Dans l’ensemble de l’œuvre d’Ozon, L’Étranger fonctionne comme un contrechamp. Si, dans 8 femmes et Potiche, il développait l’artifice comme un masque joyeux, ici il enlève tout vernis pour ne garder que le bois. Si, dans Frantz, le noir et blanc était mémoire colorée lorsque la fiction contaminait le souvenir, ici l’échelle de gris n’est ni souvenir ni stylisation : c’est un sol. Si, dans Grâce à Dieu, le cinéaste se confrontait aux institutions qui administrent la culpabilité et le silence, dans L’Étranger il observe la machinerie la plus ancienne : la communauté mesurant qui mérite d’appartenir selon la manière de sentir. Dans cet itinéraire, son Meursault ne contredit pas sa filmographie ; il la condense.

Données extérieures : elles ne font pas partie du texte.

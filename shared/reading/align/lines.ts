/**
 * Finding a row of printed lines in a measured profile. Each line votes with its own contrast against the white on both sides,
 * and no vote counts more than a printed frame's: a dark stroke of the pen is one loud voice among many.
 */

/** A printed line's extent across itself, mm. */
export interface Line {
  from: number
  to: number
  /** White to the left (above) and right (below), mm, where another line stands nearer than usual. */
  before?: number
  after?: number
}

export interface Profile {
  values: Float32Array
  /** Left end of the first sample, mm. */
  start_mm: number
  step_mm: number
  /** Contrast that a pale frame keeps in this picture: a vote's greatest weight. */
  full: number
}

/**
 * Contrast of a frame 0.22 mm wide and 0.3 dark, by how blurred the page's black edges are (20 to 80 % of the way, mm): the
 * line's share of a Gaussian of that width. A little less than all of it is a full vote.
 */
export function frameContrast(edge_mm: number | null): number {
  const sigma = Math.max(0.1, (edge_mm ?? 0.3) / 1.68)
  return Math.max(0.03, 0.9 * 0.3 * Math.tanh((0.22 * 0.4) / sigma))
}
/** A dark or bright accident next to a line may not cost more than this share of a vote. */
const AGAINST = 0.5
/** White is looked for this far beside a line, mm. */
const BESIDE_MM = 0.5

const at = ({ values, start_mm, step_mm }: Profile, mm: number): number => {
  const i = (mm - start_mm) / step_mm - 0.5
  const low = Math.floor(i)
  if (low < 0 || low + 1 >= values.length) return 0
  return values[low]! + (values[low + 1]! - values[low]!) * (i - low)
}

/** One line's vote for a shift: 1 for a printed frame, 0 for nothing, below 0 for a bright line between dark ones. */
export function voteOf(profile: Profile, line: Line, shift_mm: number): number {
  const own = at(profile, (line.from + line.to) / 2 + shift_mm)
  const before = at(profile, line.from + shift_mm - Math.min(BESIDE_MM, line.before ?? BESIDE_MM))
  const after = at(profile, line.to + shift_mm + Math.min(BESIDE_MM, line.after ?? BESIDE_MM))
  const contrast = 0.4 * (own - Math.min(before, after)) + 0.6 * (own - Math.max(before, after))
  return Math.min(1, Math.max(-AGAINST, contrast / profile.full))
}

/** Offsets that votes are worked out for once, mm: a search asks for the same ones again and again. */
export interface Grid {
  from: number
  step: number
  count: number
}

export const gridAround = (middle: number, step: number, beside: number): Grid => ({
  from: middle - beside * step,
  step,
  count: 2 * beside + 1,
})

export function votesOn(grid: Grid, vote: (by: number) => number): Float32Array {
  const votes = new Float32Array(grid.count)
  for (let i = 0; i < grid.count; i++) votes[i] = vote(grid.from + i * grid.step)
  return votes
}

/** The vote for the offset of the grid that is nearest. */
export const voteAt = ({ from, step, count }: Grid, votes: Float32Array, by: number): number =>
  votes[Math.min(Math.max(Math.round((by - from) / step), 0), count - 1)]!

/** The mean vote of all lines for one shift of their middle, and a stretch about it. */
export function support(profile: Profile, lines: readonly Line[], shift_mm: number, stretch = 0): number {
  const middle = (middleOf(lines[0]!) + middleOf(lines.at(-1)!)) / 2
  return (
    lines.reduce((sum, line) => sum + voteOf(profile, line, shift_mm + stretch * (middleOf(line) - middle)), 0) / lines.length
  )
}

export interface Match {
  /** Measured minus expected at the middle of the lines, mm. */
  shift_mm: number
  /** How much wider they stand than expected: 0.01 is a hundredth. */
  stretch: number
  /** -0.5 to 1. */
  support: number
  /** How far the single lines are from the fit, mm (median). */
  spread_mm: number
}

/** Lines with the white between near ones shared out. */
export function shareWhite(lines: readonly Line[]): Line[] {
  return lines.map((line, i) => {
    const before = (line.from - (lines[i - 1]?.to ?? -1e9)) / 2
    const after = ((lines[i + 1]?.from ?? 1e9) - line.to) / 2
    return { ...line, before, after }
  })
}

/** Where one line is near a shift: the centre of what rises over its surroundings, or null. */
export function centreOf(profile: Profile, line: Line, shift_mm: number): number | null {
  const { values, start_mm, step_mm } = profile
  const from = line.from + shift_mm - Math.min(BESIDE_MM, line.before ?? BESIDE_MM)
  const to = line.to + shift_mm + Math.min(BESIDE_MM, line.after ?? BESIDE_MM)
  const first = Math.max(0, Math.round((from - start_mm) / step_mm))
  const last = Math.min(values.length, Math.round((to - start_mm) / step_mm))
  if (last - first < 3) return null
  let base = 1
  for (let i = first; i < last; i++) base = Math.min(base, values[i]!)
  let sum = 0
  let moment = 0
  for (let i = first; i < last; i++) {
    const rise = Math.max(0, values[i]! - base - 0.02)
    sum += rise
    moment += rise * (start_mm + (i + 0.5) * step_mm)
  }
  return sum < 0.05 ? null : moment / sum - (line.from + line.to) / 2
}

function median(sorted: readonly number[]): number {
  const n = sorted.length
  return n % 2 ? sorted[n >> 1]! : (sorted[n / 2 - 1]! + sorted[n / 2]!) / 2
}

/** Stretches beside the one that neighbours give: a page that curls away is narrowed by a tenth and more. */
const STRETCHES = [0.05, -0.05, 0.08, -0.08, 0.12, -0.12] as const
const HARDLY = [0, 0.02, -0.02] as const
/** Lines that speak so well for a place need no stretching, which can also make wrong lines fit. */
const GOOD_AS_IT_IS = 0.6
/** What a stretch costs, in support: 0.1 of stretch must gain so much. */
const STRETCH_COST = 1.6
/** A line farther than this from the best place is another line, mm. */
const SAME_LINE_MM = 0.4
/** Lines must span this to tell a stretch by themselves, mm. */
const SPAN_MM = 10
/** And lie this well on it, mm. */
const STRAIGHT_MM = 0.12

interface Voted {
  /** From the middle of the lines, mm. */
  along: number
  /** Measured minus expected, mm. */
  off: number
}

const middleOf = (line: Line) => (line.from + line.to) / 2

interface Best {
  value: number
  support: number
  shift: number
  stretch: number
}

const alongsOf = (lines: readonly Line[]) => {
  const middle = (middleOf(lines[0]!) + middleOf(lines.at(-1)!)) / 2
  return lines.map((line) => middleOf(line) - middle)
}

function bestOf(
  profile: Profile,
  lines: readonly Line[],
  reach_mm: number,
  around_mm: number,
  stretches: readonly number[],
): Best {
  const alongs = alongsOf(lines)
  const step = profile.step_mm / 2
  const steps = Math.ceil(reach_mm / step)
  const first = stretches[0]!
  const room = Math.max(...stretches.map(Math.abs)) * Math.max(...alongs.map(Math.abs))
  const grid = gridAround(around_mm, step, steps + Math.ceil(room / step))
  const votes = lines.map((line) => votesOn(grid, (by) => voteOf(profile, line, by)))
  let best = { value: -1, support: -1, shift: around_mm, stretch: first }
  for (const stretch of stretches) {
    for (let k = -steps; k <= steps; k++) {
      const shift = around_mm + k * step
      let sum = 0
      for (let i = 0; i < votes.length; i++) sum += voteAt(grid, votes[i]!, shift + stretch * alongs[i]!)
      const value = sum / lines.length - 0.02 * Math.abs(k * step) - STRETCH_COST * Math.abs(stretch)
      if (value > best.value) best = { value, support: sum / lines.length, shift, stretch }
    }
  }
  return best
}

/**
 * Looks for the lines within `reach_mm` of `around_mm`; a shift or stretch far from the expected one must earn its distance.
 * `stretches`: those to try; without them a page that curls away is thought of only where the lines do not fit as they are.
 */
export function matchLines(
  profile: Profile,
  lines: readonly Line[],
  reach_mm: number,
  around_mm = 0,
  stretches?: readonly number[],
): Match {
  let best = bestOf(profile, lines, reach_mm, around_mm, stretches ?? HARDLY)
  if (!stretches && best.support < GOOD_AS_IT_IS && lines.length > 2) {
    const wide = bestOf(profile, lines, reach_mm, around_mm, STRETCHES)
    if (wide.value > best.value) best = wide
  }
  const alongs = alongsOf(lines)
  const voted: Voted[] = lines.flatMap((line, i) => {
    const by = best.shift + best.stretch * alongs[i]!
    const centre = centreOf(profile, line, by)
    if (centre === null || voteOf(profile, line, by) <= 0.25 || Math.abs(centre - by) > SAME_LINE_MM) return []
    return [{ along: alongs[i]!, off: centre }]
  })
  return { ...refineMatch(voted, best.shift, best.stretch), support: best.support }
}

/** The median line; the stretch by least squares where the lines span enough, without the one that fits worst. */
function refineMatch(voted: readonly Voted[], shift: number, stretch: number): Omit<Match, 'support'> {
  if (voted.length === 0) return { shift_mm: shift, stretch, spread_mm: Number.NaN }
  let own = stretch
  if (voted.length >= 4 && voted.at(-1)!.along - voted[0]!.along >= SPAN_MM) {
    const first = slopeOf(voted)
    const off = voted.map((v) => Math.abs(v.off - first.at - first.slope * v.along))
    const worst = off.indexOf(Math.max(...off))
    const kept = voted.length > 4 ? voted.filter((_, i) => i !== worst) : voted
    const line = slopeOf(kept)
    const straight = kept.every((v) => Math.abs(v.off - line.at - line.slope * v.along) < STRAIGHT_MM)
    if (straight && Math.abs(line.slope - stretch) < 0.03) own = line.slope
  }
  const at = voted.map((v) => v.off - own * v.along).sort((a, b) => a - b)
  const shift_mm = median(at)
  return { shift_mm, stretch: own, spread_mm: median(at.map((v) => Math.abs(v - shift_mm)).sort((a, b) => a - b)) }
}

function slopeOf(voted: readonly Voted[]): { at: number; slope: number } {
  const n = voted.length
  const mx = voted.reduce((s, v) => s + v.along, 0) / n
  const my = voted.reduce((s, v) => s + v.off, 0) / n
  const xx = voted.reduce((s, v) => s + (v.along - mx) ** 2, 0)
  const slope = voted.reduce((s, v) => s + (v.along - mx) * (v.off - my), 0) / xx
  return { at: my - slope * mx, slope }
}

La dimension historique et sociale est inévitable. L’Algérie des années trente n’est pas un décor, mais une structure. Le colonialisme comme état naturalisé, les hiérarchies raciales, la petite violence qui organise la vie quotidienne : tout cela est dans le roman et tout cela, sans souligner, est dans le film. Ozon ne réécrit pas Camus pour nous rassurer avec un Meursault « conscient » et parfaitement acceptable moralement ; il préfère nous confronter à l’inconfort de l’original et, en même temps, composer un miroir contemporain : combien de fois continuons-nous à juger les émotions, à corriger les tons, à exiger des performances de deuil sur les réseaux sociaux, à demander des preuves d’empathie publique comme passeport moral ? Le film, sans le dire, pointe cette continuité. Meursault est étranger en 193X à Alger, mais aussi en 2025, partout où la vie devient protocole.
Tout cela se cristallise dans un final qui ne cherche pas l’explosion mais la densité. Lorsque Meursault accepte l’indifférence du monde et affronte l’horizon sans victimisation, Ozon ne le glorifie pas, ne le condamne pas : il le soutient. Là réside sa thèse, si thèse il y a : la liberté peut consister à refuser d’orner la vie avec des récits consolateurs. L’absurde chez Camus — ni nihilisme ni foi — devient, filmé par Ozon, une éthique du regard : voir les choses telles qu’elles sont, sans métaphore, sans consolation, sans ornement, et continuer. Ce n’est pas un programme pour tous ; c’est une provocation nette dans une époque accro aux récits rédempteurs.
Et pourtant, au milieu de cette austérité, subsiste une fente d’espoir. Ozon ne nous enferme pas dans la cellule avec Meursault comme s’il n’y avait aucune issue ; il rappelle que même dans l’acceptation de l’absurde bat une forme de liberté que nul ne peut nous arracher. Cette dignité farouche que Camus a transformée en pensée — et qui ici devient image — nous parle aujourd’hui comme un murmure nécessaire : nous pouvons avancer même lorsque la vie n’offre aucun sens ; nous pouvons trouver de la beauté même dans la clarté brûlante d’un midi sans ombre. L’espoir ne réside pas dans un miracle extérieur, mais dans la certitude que regarder la réalité en face est déjà une manière de résister.
C’est peut-être pour cela que L’Étranger émeut d’une manière étrange : non parce qu’il promet la rédemption, mais parce qu’il nous apprend que le simple fait d’exister, d’accepter l’intempérie, d’habiter le monde tel qu’il est, constitue déjà un acte de rébellion lumineuse. Dans ce geste, Ozon nous offre non seulement une adaptation magistrale, mais un rappel que, même dans le silence le plus aride, il existe un écho de vie digne d’être entendu.